With the more usual spraying techniques I describe in previous posts it takes at least three years of repeated glyphosate sprays to eliminate strong established JKW. With this new approach I expect it to be very much quicker
If you do not declare JKW as a house vendor you will not escape your responsibility to any new householder unless JKW is completely and permanently eliminated. No use in court if it was merely dormant
Links
My post that details control of JKW by spraying has been read twenty five thousand times and includes in ‘comments’ reader’s tips and questions
Although this post takes a different direction it includes many of the above observations
My original post on marestail/horsetail
Use my search box to read detailed dedicated articles on controlling epilobium (some misidentify as willow herb), ground elder, hairy bitter cress, hymalayan balsam and brambles - which is the worst weed of all.
My mum has got a problem with some bushes in her garden which are spreading definitely too fast.
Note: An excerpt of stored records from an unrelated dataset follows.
package ingest

import (
	"fmt"
	"strings"
)

// addHalf keeps a segment that holds one quantity only.
func (b *builder) addHalf(seg *segment, g *group) {
	h := &half{seg: seg, freq: seg.freqs(g)}
	col := g.half
	if col < 0 {
		col = seg.onlyVarying(g)
	}
	if col < 0 {
		b.refuse(b.noPair(seg.plan, nil, g.freq))
		return
	}
	h.col, h.vals = seg.plan.cols[col], seg.column(col)
	b.parsed.halves = append(b.parsed.halves, h)
}

// onlyVarying is the only column of numbers, besides the frequency, that is
// not zero throughout: analysers write an empty second part of a trace so.
func (seg *segment) onlyVarying(g *group) int {
	found := -1
	for i, s := range seg.slot {
		if s < 0 || i == g.freq {
			continue
		}
		zero := true
		for _, v := range seg.vals[s] {
			if v != 0 {
				zero = false
				break
			}
		}
		if zero {
			continue
		}
		if found >= 0 {
			return -1
		}
		found = i
	}
	return found
}

// joinHalves pairs blocks of one quantity each that stand one below the other,
// with the same frequencies.
func (b *builder) joinHalves() {
	var left []*half
	for i := 0; i < len(b.parsed.halves); i++ {
		one := b.parsed.halves[i]
		if i+1 == len(b.parsed.halves) || !sameFreq(one.freq, b.parsed.halves[i+1].freq) || !b.joinable(one.col.role, b.parsed.halves[i+1].col.role) {
			left = append(left, one)
			continue
		}
		b.joinPair(one, b.parsed.halves[i+1])
		i++
	}
	b.parsed.halves = left
	if len(b.parsed.halves) > 0 && len(b.parsed.parts) > 0 {
		h := b.parsed.halves[0]
		b.refuse(b.halfError(h))
	}
}

func (b *builder) halfError(h *half) *Error {
	e := b.headError(h.seg.plan, -1, "two columns that give an impedance", "the file with the other quantity behind a plus: mag.csv+phase.csv")
	if h.col.role != roleNone {
		e.Found = "frequency and " + roles[h.col.role].name + " only"
	} else {
		e.Found = fmt.Sprintf("frequency and %q only", h.col.text)
	}
	e.bare = true
	return e
}

func sameFreq(a, b []float64) bool {
	if len(a) != len(b) {
		return false
	}
	for i := range a {
		if !(a[i] <= b[i]*(1+1e-9) && b[i] <= a[i]*(1+1e-9)) {
			return false
		}
	}
	return true
}

// joinable reports whether two roles make a pair.
func (b *builder) joinable(x, y role) bool {
	_, _, ok := b.halfPair(x, y)
	return ok
}

// halfPair orders two roles as a pair of the table.
func (b *builder) halfPair(x, y role) (*pair, bool, bool) {
	// A plain angle or magnitude belongs to its partner.
	adopt := func(m, a role) (role, role) {
		if m == roleMag && a == rolePhase {
			m = roleAbsZ
		}
		if m == roleAbsZ && a == roleAngle {
			a = rolePhase
		}
		if m == roleAbsY && (a == roleAngle || a == rolePhase) {
			a = rolePhaseY
		}
		return m, a
	}
	for k := range pairs {
		q := &pairs[k]
		if m, a := adopt(x, y); q.a == m && q.b == a {
			return q, false, true
		}
		if m, a := adopt(y, x); q.a == m && q.b == a {
			return q, true, true
		}
	}
	return nil, false, false
}

// joinPair computes Z from two halves. The columns go into a plan of their own
// so that units and errors are those of their headers.
func (b *builder) joinPair(one, two *half) {
	q, swapped, ok := b.halfPair(one.col.role, two.col.role)
	if !ok {
		return
	}
	if swapped {
		one, two = two, one
	}
	ca, cb := one.col, two.col
	ca.role, cb.role = q.a, q.b
	p := &plan{table: one.seg.plan.table}
	p.cols = []heading{one.seg.plan.cols[one.seg.plan.groups[0].freq], ca, cb}
	p.groups = []group{{freq: 0, part: -1, half: -1, ways: []measured{{a: 1, b: 2, pair: q}}, label: one.seg.plan.groups[0].label}}
	p.need = []int{1, 2}
	// Frequencies are in hertz by now.
	p.cols[0].role = roleFreq
	seg := &segment{plan: p, meta: one.seg.meta.merge(two.seg.meta), line: one.seg.line, slot: []int{0, 1, 2},
		vals: [][]float64{one.freq, one.vals, two.vals}}
	b.addGroup(seg, &p.groups[0])
}

// nameParts gives the parts of one file their names: the label of the column
// or block; else the file's name, with a number where there are several.
func (b *builder) nameParts() {
	parts := b.parsed.parts
	if len(parts) <= 1 {
		if len(parts) == 1 && !b.explicitLabel() {
			parts[0].label = ""
		}
		return
	}
	// The first block's name may stand in the lines above the table.
	if first := parts[0]; first.label == "" && parts[1].label != "" {
		first.label = firstNonEmpty(first.meta.Part, first.meta.Serial)
	}
	count := map[string]int{}
	for _, d := range parts {
		count[d.label]++
	}
	seen := map[string]int{}
	base := partName(b.reader.name)
	for _, d := range parts {
		label := strings.TrimSpace(d.label)
		seen[d.label]++
		switch {
		case label == "":
			d.label = fmt.Sprintf("%s-%d", base, seen[d.label])
		case isCount(label) && count[d.label] == 1:
			d.label = base + "-" + label[1:]
		case count[d.label] > 1:
			d.label = fmt.Sprintf("%s-%d", strings.TrimPrefix(label, "\x00"), seen[d.label])
		default:
			d.label = label
		}
	}
}

// explicitLabel: a part column, or labels in the header.
func (b *builder) explicitLabel() bool {
	for _, seg := range b.segments {
		if seg.part != nil || seg.plan.groups[0].label != "" && !isCount(seg.plan.groups[0].label) {
			return true
		}
	}
	return false
}

// isCount recognises the labels of counted.
func isCount(s string) bool { return strings.HasPrefix(s, "\x00") }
She can't keep up to trim them because of the lack of time so probably she will have to get rid of some of them. When I read 'knotweed' firstly I thought about the one I have in my yard but then I realised that they differ. Mine, pink knotweed (from https://gardenseedsmarket.com/pink-knotweed-japanese-knotweed-seeds-polygonum-capitatum.html ), as the name suggests, had pink flowers. They were blooming in summer but they weren't so agressive in growth. I appreciate the tips that you have shown. My mum has to make a look at them and apply them in real life - to declutter her garden again!
ReplyDeleteYes there are ssveral very excellent knotweeds that are quite innocent plants that will cause you no problems - I have a few myself that I am very fond of albeit one does need to be kept in check
ReplyDeleteYou have no need to worry about P. capitatum.It is a shame that JKW and Russian vine give polygonums a bad name
I do not recomend the method against hollow stemmed plants for general shrubs in the garden
You can understand why the Victorians introduced this plant - it is quite striking; there are well contained examples at Myddleton House Gardens in Enfield where it was planted by EA Bowles.
ReplyDelete(It was good to meet Peter at the HPS Group Secs meeting last week ... )
He mentioned you Neil
DeleteI agree it is a very handsome plant!